DOI or URL of the report: https://osf.io/preprints/psyarxiv/tfp2c
Version of the report: Version 10
Two reviewers have evaluated your Stage 2 and are largely happy. They have some minor concerns to address. I just have one further point to make. In the manuscript you point out you have low power to pick up an effect for the crucial interaction of half the size found in the Pilot. As half the size may still be interesting, you point out that a non-significant result means one should suspend judgment. In the Discussion you point this out again. That is good. You also claim in the Abstract and Discussion that the interaction failed to replicate. On the one hand, if replication means "getting a significant result", that is true. But many people implicitly take the claim that an effect failed to replicate to mean there was evidence against the effect. Be clear in the Abstract that by failing to replciate you mean there was a significant interaction in the pilot but but not a signfiicant interaction in the main study, though the power means interesting effect sizes may have been missed.
Dear Dr. Zoltan Dienes,
Thanks for your patience. Enclosed please find my review of the stage 2 report. I hope that you and the authors find it helpful.
Best,
Yikang
Download the reviewOverall, I am satisfied with the authors’ reporting of their Stage 2 results. PCI-RR highlights the following questions as important for reviewers to consider at Stage 2: Have the authors provided a direct URL to the approved protocol in the Stage 2 manuscript? Did they stay true to their protocol? Are any deviations from protocol clearly justified and fully documented?Is the Introduction in the Stage 1 manuscript (including hypotheses) the same as in the Stage 2 manuscript? Are any changes transparently flagged? Did any prespecified data quality checks, positive controls, or tests of intervention fidelity succeed? Are any additional post hoc analyses justified, performed appropriately, and clearly distinguished from the preregistered analyses? Are the conclusions appropriately centered on the outcomes of the preregistered analyses? Are the overall conclusions based on the evidence?
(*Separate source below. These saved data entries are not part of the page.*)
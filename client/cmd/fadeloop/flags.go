package main

import (
	"fmt"
	"strconv"
	"strings"

	pb "github.com/fadeloop/fadeloop/proto/fadeloop/v1"
)

// axisList is the repeatable --axis flag of sweep and tune: listed values
// (numbers, or enum names such as COMMAND_ADAPTIVE), or a range (first, last, count, optionally log) that the server expands
// and checks against its limits.
type axisList []*pb.SweepAxis

// String is "" for no axes, so that --help shows no default.
func (a *axisList) String() string {
	if a == nil || len(*a) == 0 {
		return ""
	}
	return fmt.Sprint(len(*a), " axes")
}

func (a *axisList) Set(v string) error {
	path, vals, ok := strings.Cut(v, "=")
	path = strings.TrimSpace(path)
	if !ok || path == "" || strings.TrimSpace(vals) == "" {
		return fmt.Errorf("want PATH=V1,V2,..., PATH=FROM:TO:COUNT or PATH=FROM:TO:COUNT:log")
	}
	ax := &pb.SweepAxis{Path: path}
	if parts := strings.Split(vals, ":"); len(parts) == 3 || len(parts) == 4 {
		from, e1 := strconv.ParseFloat(strings.TrimSpace(parts[0]), 64)
		to, e2 := strconv.ParseFloat(strings.TrimSpace(parts[1]), 64)
		n, e3 := strconv.Atoi(strings.TrimSpace(parts[2]))
		if e1 != nil || e2 != nil || e3 != nil || n < 1 {
			return fmt.Errorf("range %q: want FROM:TO:COUNT[:log] with numbers and COUNT >= 1", vals)
		}
		if len(parts) == 4 {
			if strings.TrimSpace(parts[3]) != "log" {
				return fmt.Errorf("range %q: the fourth part may only be \"log\"", vals)
			}
			ax.Log = true
		}
		ax.First, ax.Last, ax.Count = from, to, int32(n)
	} else {
		// Numbers, or names for an enum field (e.g.
		// inner_loop.command=COMMAND_FIXED_STEP,COMMAND_ADAPTIVE); the
		// server checks the names against the field's enum.
		var names []string
		for _, f := range strings.Split(vals, ",") {
			f = strings.TrimSpace(f)
			x, err := strconv.ParseFloat(f, 64)
			if err != nil {
				if f == "" || strings.ContainsAny(f, " =:") {
					return fmt.Errorf("value %q is neither a number nor an enum name", f)
				}
				names = append(names, f)
				continue
			}
			ax.Values = append(ax.Values, x)
		}
		if len(names) > 0 && len(ax.Values) > 0 {
			return fmt.Errorf("values %q mix numbers and names; an axis takes either", vals)
		}
		ax.Names = names
	}
	*a = append(*a, ax)
	return nil
}

// conditionList is the repeatable --condition flag.
type conditionList []*pb.Condition

// String is "" for no conditions, so that --help shows no default.
func (c *conditionList) String() string {
	if c == nil || len(*c) == 0 {
		return ""
	}
	return fmt.Sprint(len(*c), " conditions")
}

func (c *conditionList) Set(v string) error {
	head, body, ok := strings.Cut(v, ":")
	if !ok || strings.TrimSpace(head) == "" || strings.TrimSpace(body) == "" {
		return fmt.Errorf("want NAME[@WEIGHT]:PATH=VALUE[,PATH=VALUE...]")
	}
	cd := &pb.Condition{Name: strings.TrimSpace(head), Weight: 1}
	if name, w, ok := strings.Cut(head, "@"); ok {
		x, err := strconv.ParseFloat(strings.TrimSpace(w), 64)
		if err != nil {
			return fmt.Errorf("weight %q is not a number", w)
		}
		cd.Name, cd.Weight = strings.TrimSpace(name), x
	}
	for _, kv := range strings.Split(body, ",") {
		p, val, ok := strings.Cut(kv, "=")
		p, val = strings.TrimSpace(p), strings.TrimSpace(val)
		if !ok || p == "" || val == "" {
			return fmt.Errorf("override %q: want PATH=VALUE", kv)
		}
		o := &pb.Override{Path: p}
		if x, err := strconv.ParseFloat(val, 64); err == nil {
			o.Value = &pb.Override_Number{Number: x}
		} else {
			o.Value = &pb.Override_Text{Text: val}
		}
		cd.Overrides = append(cd.Overrides, o)
	}
	*c = append(*c, cd)
	return nil
}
Overall, in my view, these questions are answered affirmatively. I just have a few small questions, largely revolving around a couple of questions from my Stage 1 review that I feel still could be addressed better.
-One other question first though. It seems like the authors did a great job sticking to their preregistered protocol and analysis plan. Just to make it clear for readers, though, could the authors clarify if there were any deviations from their Stage 1 proposed protocol or analyses? Again, it seems that the answer is “no”, which is great, but stating that explicitly could further reassure readers about the transparency of the methods and results.
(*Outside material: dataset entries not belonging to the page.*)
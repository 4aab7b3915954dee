package fading

import (
	"fmt"
	"math"
	"slices"
	"strings"
)

// MaxTaps is the largest number of taps a Profile may have.
const MaxTaps = 64

// Tap is one path of a tap-delay line: its excess delay in ns (>= 0) and its
// mean power in dB relative to any common reference (profiles are
// normalised to unit total power before use).
type Tap struct {
	DelayNs float64 // excess delay, ns, >= 0
	PowerDB float64 // mean power, dB (relative), finite
}

// Profile is a tap-delay profile: taps sorted by strictly increasing delay.
// Each tap of a channel is an independent fading process; the combined gain
// of ideal maximal-ratio (RAKE) combining is Σ_l |h_l|². A receiver at a
// finite chip rate cannot separate taps less than one chip apart:
// ResolveFingers turns a profile into the fingers it actually combines.
type Profile struct {
	Name string // trade name or a caller's label; informational
	Taps []Tap
}

// builtinProfiles holds the built-in tap-delay profiles (delay ns, power dB).
var builtinProfiles = []Profile{
	{Name: "FLAT", Taps: []Tap{{0, 0}}},
	// extended pedestrian A: 3GPP TS 36.101 Annex B (memory)
	{Name: "EPA", Taps: []Tap{{0, 0}, {30, -1}, {70, -2}, {90, -3}, {110, -8}, {190, -17.2}, {410, -20.8}}},
	// extended vehicular A: 3GPP TS 36.101 Annex B (memory)
	{Name: "EVA", Taps: []Tap{{0, 0}, {30, -1.5}, {150, -1.4}, {310, -3.6}, {370, -0.6}, {710, -9.1}, {1090, -7}, {1730, -12}, {2510, -16.9}}},
	// extended typical urban: 3GPP TS 36.101 Annex B (memory)
	{Name: "ETU", Taps: []Tap{{0, -1}, {50, -1}, {120, -1}, {200, 0}, {230, 0}, {500, 0}, {1600, -3}, {2300, -5}, {5000, -7}}},
	// pedestrian A: ITU-R M.1225 (memory)
	{Name: "PEDA", Taps: []Tap{{0, 0}, {110, -9.7}, {190, -19.2}, {410, -22.8}}},
	// vehicular A: ITU-R M.1225 (memory)
	{Name: "VEHA", Taps: []Tap{{0, 0}, {310, -1}, {710, -9}, {1090, -10}, {1730, -15}, {2510, -20}}},
}

// BuiltinProfileNames returns the names accepted by BuiltinProfile:
// "FLAT" (one tap), "EPA", "EVA", "ETU" (3GPP TS 36.101 Annex B extended
// pedestrian A, vehicular A, typical urban) and "PEDA", "VEHA" (ITU-R
// M.1225 pedestrian A, vehicular A).
func BuiltinProfileNames() []string {
	names := make([]string, len(builtinProfiles))
	for i, p := range builtinProfiles {
		names[i] = p.Name
	}
	return names
}

// BuiltinProfile returns a copy of the built-in profile with the given name
// (case-insensitive; see BuiltinProfileNames), or a *ParamError naming
// "Profile.Name".
func BuiltinProfile(name string) (Profile, error) {
	for _, p := range builtinProfiles {
		if strings.EqualFold(p.Name, strings.TrimSpace(name)) {
			return Profile{Name: p.Name, Taps: slices.Clone(p.Taps)}, nil
		}
	}
	return Profile{}, paramErr("Profile.Name", "unknown profile %q; built-in profiles are %s",
		name, strings.Join(BuiltinProfileNames(), ", "))
}

// Validate returns a *ParamError (parameter "Taps" or "Taps[i].DelayNs",
// "Taps[i].PowerDB") unless the profile has 1..MaxTaps taps, every delay is
// finite, >= 0 and strictly greater than the previous one, and every power
// is finite and within [-300, 300] dB.
func (p Profile) Validate() error {
	if len(p.Taps) == 0 {
		return paramErr("Taps", "must have at least one tap")
	}
	if len(p.Taps) > MaxTaps {
		return paramErr("Taps", "must have at most %d taps, got %d", MaxTaps, len(p.Taps))
	}
	for i, t := range p.Taps {
		if !finite(t.DelayNs) || t.DelayNs < 0 {
			return paramErr(fmt.Sprintf("Taps[%d].DelayNs", i), "must be finite and >= 0 ns, got %g", t.DelayNs)
		}
		if i > 0 && !(t.DelayNs > p.Taps[i-1].DelayNs) {
			return paramErr(fmt.Sprintf("Taps[%d].DelayNs", i),
				"taps must be sorted by strictly increasing delay (%g ns follows %g ns)", t.DelayNs, p.Taps[i-1].DelayNs)
		}
		if !finite(t.PowerDB) || t.PowerDB < -300 || t.PowerDB > 300 { // the name formatted only for the error
			return checkRange(fmt.Sprintf("Taps[%d].PowerDB", i), t.PowerDB, -300, 300, "dB")
		}
	}
	return nil
}

// NormalisedPowers returns the linear mean tap powers scaled to sum to 1:
// p_l = 10^(P_l/10) / Σ_k 10^(P_k/10). It returns nil for an invalid profile.
func (p Profile) NormalisedPowers() []float64 {
	if p.Validate() != nil {
		return nil
	}
	maxDB := math.Inf(-1)
	for _, t := range p.Taps {
		maxDB = math.Max(maxDB, t.PowerDB)
	}
	w := make([]float64, len(p.Taps))
	sum := 0.0
	for i, t := range p.Taps {
		w[i] = math.Pow(10, (t.PowerDB-maxDB)/10)
		sum += w[i]
	}
	for i := range w {
		w[i] /= sum
	}
	return w
}

// MeanDelayNs returns the power-weighted mean excess delay Σ p_l τ_l in ns
// (p_l normalised powers), or NaN for an invalid profile.
func (p Profile) MeanDelayNs() float64 {
	w := p.NormalisedPowers()
	if w == nil {
		return math.NaN()
	}
	m := 0.0
	for i, t := range p.Taps {
		m += w[i] * t.DelayNs
	}
	return m
}

// RMSDelaySpreadNs returns the RMS delay spread in ns, the square root of the
// second central moment of the power delay profile:
// τ_rms = √(Σ p_l τ_l² − (Σ p_l τ_l)²) with p_l the normalised powers
// (Rappaport, Wireless Communications). It returns NaN for an invalid profile.
func (p Profile) RMSDelaySpreadNs() float64 {
	w := p.NormalisedPowers()
	if w == nil {
		return math.NaN()
	}
	m := p.MeanDelayNs()
	v := 0.0
	for i, t := range p.Taps {
		d := t.DelayNs - m
		v += w[i] * d * d
	}
	return math.Sqrt(v)
}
-For the preliminary study, the authors said in their Stage 1 response that they reported the Nakagawa R^2, but I do not see it present. Could authors make sure it is present, and if it is not, report it? I do see it reported for the replication.
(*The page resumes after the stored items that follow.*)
// Convergence rule: a user has converged at the first slot where the mean
// SIR error over the last ConvergenceWindowS (at least one slot) is within
// ±ConvergenceToleranceDB (common practice).
const (
	ConvergenceWindowS     = 0.01
	ConvergenceToleranceDB = 1.0
)

func newShared(sc Scenario, users []userInfo, hk *hooks) *shared {
	s := &shared{sc: sc, users: users, hk: hk, n: len(users), total: sc.TotalSlots(), warm: sc.Run.WarmupSlots,
		rateHz: sc.InnerLoop.UpdateRateHz, gp: sc.Receiver.ProcessingGain(), noiseMW: dbToLin(sc.Receiver.NoiseDBm()),
		f1: 1 + sc.Receiver.OtherCellRatio, link: newLinkModel(sc.Link)}
	for g := range sc.Groups {
		s.profile = append(s.profile, groupProfile(sc, g))
	}
	il := sc.InnerLoop
	for _, u := range users {
		s.initP = append(s.initP, initialPowerMW(il, sc.OuterLoop, sc.Receiver, u.pathLossDB))
	}
	// Histogram resolution: HistBinsPerOctaveLog2 = 7, i.e. 128 bins per
	// octave (<= 0.034 dB wide) up to 512 users, one step coarser per
	// doubling beyond (down to 32 per octave, 0.13 dB), so that the hot part
	// of the per-user histograms stays cache-resident and their memory
	// bounded. The receiver's noise-rise histogram uses 512 per octave.
	m := uint(HistBinsPerOctaveLog2)
	for nb := len(users); nb > 512 && m > 5; nb /= 2 {
		m--
	}
	s.sl = layoutForDB(-48, 48, m)
	s.pl = layoutForDB(il.MinPowerDBm, il.MaxPowerDBm, m)
	s.nl = layoutForDB(0, 60, 9)
	s.marginLin = dbToLin(-sc.Run.OutageMarginDB)
	s.convW = max(1, int(math.Round(ConvergenceWindowS*s.rateHz)))
	s.convTolDB = ConvergenceToleranceDB
	// Distance bins: equal width over the users' distance range.
	s.nbins = sc.Run.DistanceBins
	dmin, dmax := math.Inf(1), math.Inf(-1)
	for _, u := range users {
		dmin, dmax = math.Min(dmin, u.distanceM), math.Max(dmax, u.distanceM)
	}
	for b := 0; b <= s.nbins; b++ {
		s.binEdges = append(s.binEdges, dmin+(dmax-dmin)*float64(b)/float64(s.nbins))
	}
	for i := range s.users {
		b := 0
		if dmax > dmin {
			b = int(float64(s.nbins) * (s.users[i].distanceM - dmin) / (dmax - dmin))
		}
		s.users[i].bin = min(max(b, 0), s.nbins-1)
	}
	return s
}

// repSeed is the seed of replication r: the run seed itself for r = 0, a
// splitmix64 mix of (seed, r) otherwise.
func repSeed(seed uint64, r int) uint64 {
	if r == 0 {
		return seed
	}
	z := seed + uint64(r)*0x9e3779b97f4a7c15
	z = (z ^ (z >> 30)) * 0xbf58476d1ce4e5b9
	z = (z ^ (z >> 27)) * 0x94d049bb133111eb
	return z ^ (z >> 31)
}

// userGen generates one user's per-slot inputs of a replication.
type userGen struct {
	src      gainSource
	shadow   *fading.Shadowing
	shDB     []float64
	plLin    float64
	actRand  *rand.Rand
	actOn    bool
	actLeft  int64
	qOn      float64 // 1/mean on-burst
	qOff     float64 // 1/mean off-burst
	measRand *rand.Rand
	sigmaLn  float64
	cmdRand  *rand.Rand
	cmdP     float64
	levels   int
}

// genBuf is one block of generated inputs, user-major: x[u*rs+s].
type genBuf struct {
	gain []float64
	act  []uint8   // nil when every user is always on
	merr []float64 // nil without estimation error: factor on the SIR
	cerr []uint8   // nil without command errors: level offset, 0 none
	len  int
	t0   int64
	wg   sync.WaitGroup
}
-I feel there is still more that could be said regarding external validity, particularly in the light of the replication results. Here and in the Stage 1 response, the authors did a great job of justifying the decision to use the economic self-interest decision-making task compared to a verbal interview and included a nuanced discussion of the trade-offs between the two methods. My point is different than that, though. Instead, my point (also raised in Stage 1), is that any sort of artificial lab task will have difficulty capturing the threats (costs) caused by a real-life disclosure decision in which one’s life or freedom (or the life or freedom of loved ones) is at risk. The difference in severity of the costs of disclosure in real criminal scenarios compared to the economic costs used in the task could also partially explain why attention to benefits seemed to be the bigger driver of decisions here compared to the proposed model. As the authors mention, this sort of artificiality is common and necessary to examine the issue psychologically, so it is not a huge deal, but I still would appreciate a sentence or two to this point in the “external vs. internal validity” discussion subsection.
I thank the authors for their time and efforts.